- _Required action_: Report the count of lines holding "rooms" in the records, with no other words.

Saved data entries
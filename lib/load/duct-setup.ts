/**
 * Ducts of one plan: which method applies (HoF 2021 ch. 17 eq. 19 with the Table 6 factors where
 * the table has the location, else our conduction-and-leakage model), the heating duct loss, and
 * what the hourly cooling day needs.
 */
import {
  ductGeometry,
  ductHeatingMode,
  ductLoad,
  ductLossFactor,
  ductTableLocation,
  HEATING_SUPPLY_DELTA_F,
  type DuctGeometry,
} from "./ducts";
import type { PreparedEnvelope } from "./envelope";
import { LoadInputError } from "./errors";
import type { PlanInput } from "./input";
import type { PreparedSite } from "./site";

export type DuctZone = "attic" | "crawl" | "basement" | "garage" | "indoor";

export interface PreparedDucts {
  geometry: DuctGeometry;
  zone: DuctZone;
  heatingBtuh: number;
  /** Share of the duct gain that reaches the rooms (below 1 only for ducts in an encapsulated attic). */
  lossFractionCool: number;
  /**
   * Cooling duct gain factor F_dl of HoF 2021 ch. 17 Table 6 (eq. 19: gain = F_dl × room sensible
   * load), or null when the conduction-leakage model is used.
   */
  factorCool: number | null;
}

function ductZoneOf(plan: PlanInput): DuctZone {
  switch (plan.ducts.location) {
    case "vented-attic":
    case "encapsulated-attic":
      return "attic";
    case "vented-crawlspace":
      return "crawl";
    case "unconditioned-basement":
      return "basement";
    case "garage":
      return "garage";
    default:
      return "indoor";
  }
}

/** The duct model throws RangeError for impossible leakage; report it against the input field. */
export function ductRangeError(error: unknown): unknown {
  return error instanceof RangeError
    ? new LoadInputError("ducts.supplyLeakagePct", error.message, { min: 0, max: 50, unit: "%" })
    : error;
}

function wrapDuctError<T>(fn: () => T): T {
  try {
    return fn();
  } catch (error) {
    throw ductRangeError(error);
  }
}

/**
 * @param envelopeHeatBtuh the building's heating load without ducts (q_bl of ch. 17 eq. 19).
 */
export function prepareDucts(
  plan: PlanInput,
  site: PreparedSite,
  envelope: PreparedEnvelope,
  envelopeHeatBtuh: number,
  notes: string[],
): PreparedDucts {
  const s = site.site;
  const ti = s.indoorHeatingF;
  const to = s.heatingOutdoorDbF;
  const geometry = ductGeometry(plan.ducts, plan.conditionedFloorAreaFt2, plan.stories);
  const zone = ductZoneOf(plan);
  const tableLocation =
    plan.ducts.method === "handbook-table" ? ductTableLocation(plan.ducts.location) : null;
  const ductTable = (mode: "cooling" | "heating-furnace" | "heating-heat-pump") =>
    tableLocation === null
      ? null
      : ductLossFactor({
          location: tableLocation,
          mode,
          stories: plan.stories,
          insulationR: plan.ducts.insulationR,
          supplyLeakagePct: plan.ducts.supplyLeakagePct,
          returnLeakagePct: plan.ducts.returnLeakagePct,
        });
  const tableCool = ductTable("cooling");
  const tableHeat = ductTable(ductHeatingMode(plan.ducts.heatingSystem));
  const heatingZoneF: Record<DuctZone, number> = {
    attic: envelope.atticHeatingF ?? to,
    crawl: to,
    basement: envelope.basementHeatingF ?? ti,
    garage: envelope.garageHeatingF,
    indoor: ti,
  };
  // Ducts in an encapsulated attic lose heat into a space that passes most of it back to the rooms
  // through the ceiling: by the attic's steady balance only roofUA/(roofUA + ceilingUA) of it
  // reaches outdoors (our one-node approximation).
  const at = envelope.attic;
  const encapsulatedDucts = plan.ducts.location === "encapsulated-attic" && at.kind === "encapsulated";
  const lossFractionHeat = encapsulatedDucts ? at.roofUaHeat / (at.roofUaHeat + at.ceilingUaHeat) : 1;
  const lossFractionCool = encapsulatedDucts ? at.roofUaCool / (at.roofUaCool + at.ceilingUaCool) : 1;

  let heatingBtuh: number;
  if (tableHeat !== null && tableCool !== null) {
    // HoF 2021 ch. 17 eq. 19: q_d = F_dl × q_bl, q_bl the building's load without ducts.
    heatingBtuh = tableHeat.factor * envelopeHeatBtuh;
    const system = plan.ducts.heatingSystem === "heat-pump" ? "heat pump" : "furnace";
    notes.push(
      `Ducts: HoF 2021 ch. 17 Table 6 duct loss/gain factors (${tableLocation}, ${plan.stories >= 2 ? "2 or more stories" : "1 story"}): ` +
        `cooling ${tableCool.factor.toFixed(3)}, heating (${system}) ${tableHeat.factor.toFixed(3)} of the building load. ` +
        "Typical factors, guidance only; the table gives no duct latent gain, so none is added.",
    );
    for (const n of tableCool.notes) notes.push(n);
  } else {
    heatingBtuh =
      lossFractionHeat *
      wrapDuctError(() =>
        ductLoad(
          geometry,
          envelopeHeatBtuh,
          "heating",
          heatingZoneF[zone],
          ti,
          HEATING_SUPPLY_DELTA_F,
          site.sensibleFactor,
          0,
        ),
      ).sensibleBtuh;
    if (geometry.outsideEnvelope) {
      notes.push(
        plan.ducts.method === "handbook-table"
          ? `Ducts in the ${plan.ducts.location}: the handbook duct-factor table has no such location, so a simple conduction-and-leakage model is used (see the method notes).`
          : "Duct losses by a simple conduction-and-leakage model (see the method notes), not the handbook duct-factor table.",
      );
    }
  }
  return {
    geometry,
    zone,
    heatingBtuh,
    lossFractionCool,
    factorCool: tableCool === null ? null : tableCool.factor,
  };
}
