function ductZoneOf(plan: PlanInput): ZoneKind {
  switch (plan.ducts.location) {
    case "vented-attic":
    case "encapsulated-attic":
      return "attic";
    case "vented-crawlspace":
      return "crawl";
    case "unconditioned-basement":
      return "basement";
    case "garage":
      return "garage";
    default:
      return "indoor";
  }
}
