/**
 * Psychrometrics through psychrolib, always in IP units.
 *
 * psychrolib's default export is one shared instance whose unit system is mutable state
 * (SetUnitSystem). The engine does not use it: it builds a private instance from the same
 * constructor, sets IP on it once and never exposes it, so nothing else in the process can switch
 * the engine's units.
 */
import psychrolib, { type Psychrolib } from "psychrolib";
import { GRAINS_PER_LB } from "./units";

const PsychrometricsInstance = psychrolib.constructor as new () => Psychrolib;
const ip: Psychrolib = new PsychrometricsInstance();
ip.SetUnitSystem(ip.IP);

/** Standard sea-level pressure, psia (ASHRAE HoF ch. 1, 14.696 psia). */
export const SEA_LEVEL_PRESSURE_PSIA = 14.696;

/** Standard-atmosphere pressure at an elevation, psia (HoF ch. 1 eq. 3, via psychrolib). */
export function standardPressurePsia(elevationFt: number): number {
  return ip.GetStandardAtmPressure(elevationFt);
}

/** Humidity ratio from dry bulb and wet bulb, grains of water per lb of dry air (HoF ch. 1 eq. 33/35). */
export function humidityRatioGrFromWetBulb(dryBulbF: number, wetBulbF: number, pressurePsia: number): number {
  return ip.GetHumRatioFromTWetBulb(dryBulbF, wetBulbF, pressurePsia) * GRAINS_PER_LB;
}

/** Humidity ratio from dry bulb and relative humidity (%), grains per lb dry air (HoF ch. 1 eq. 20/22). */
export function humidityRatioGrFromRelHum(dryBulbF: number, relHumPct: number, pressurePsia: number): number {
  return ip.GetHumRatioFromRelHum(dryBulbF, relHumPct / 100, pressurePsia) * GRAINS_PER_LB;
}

- _Written solution_: 2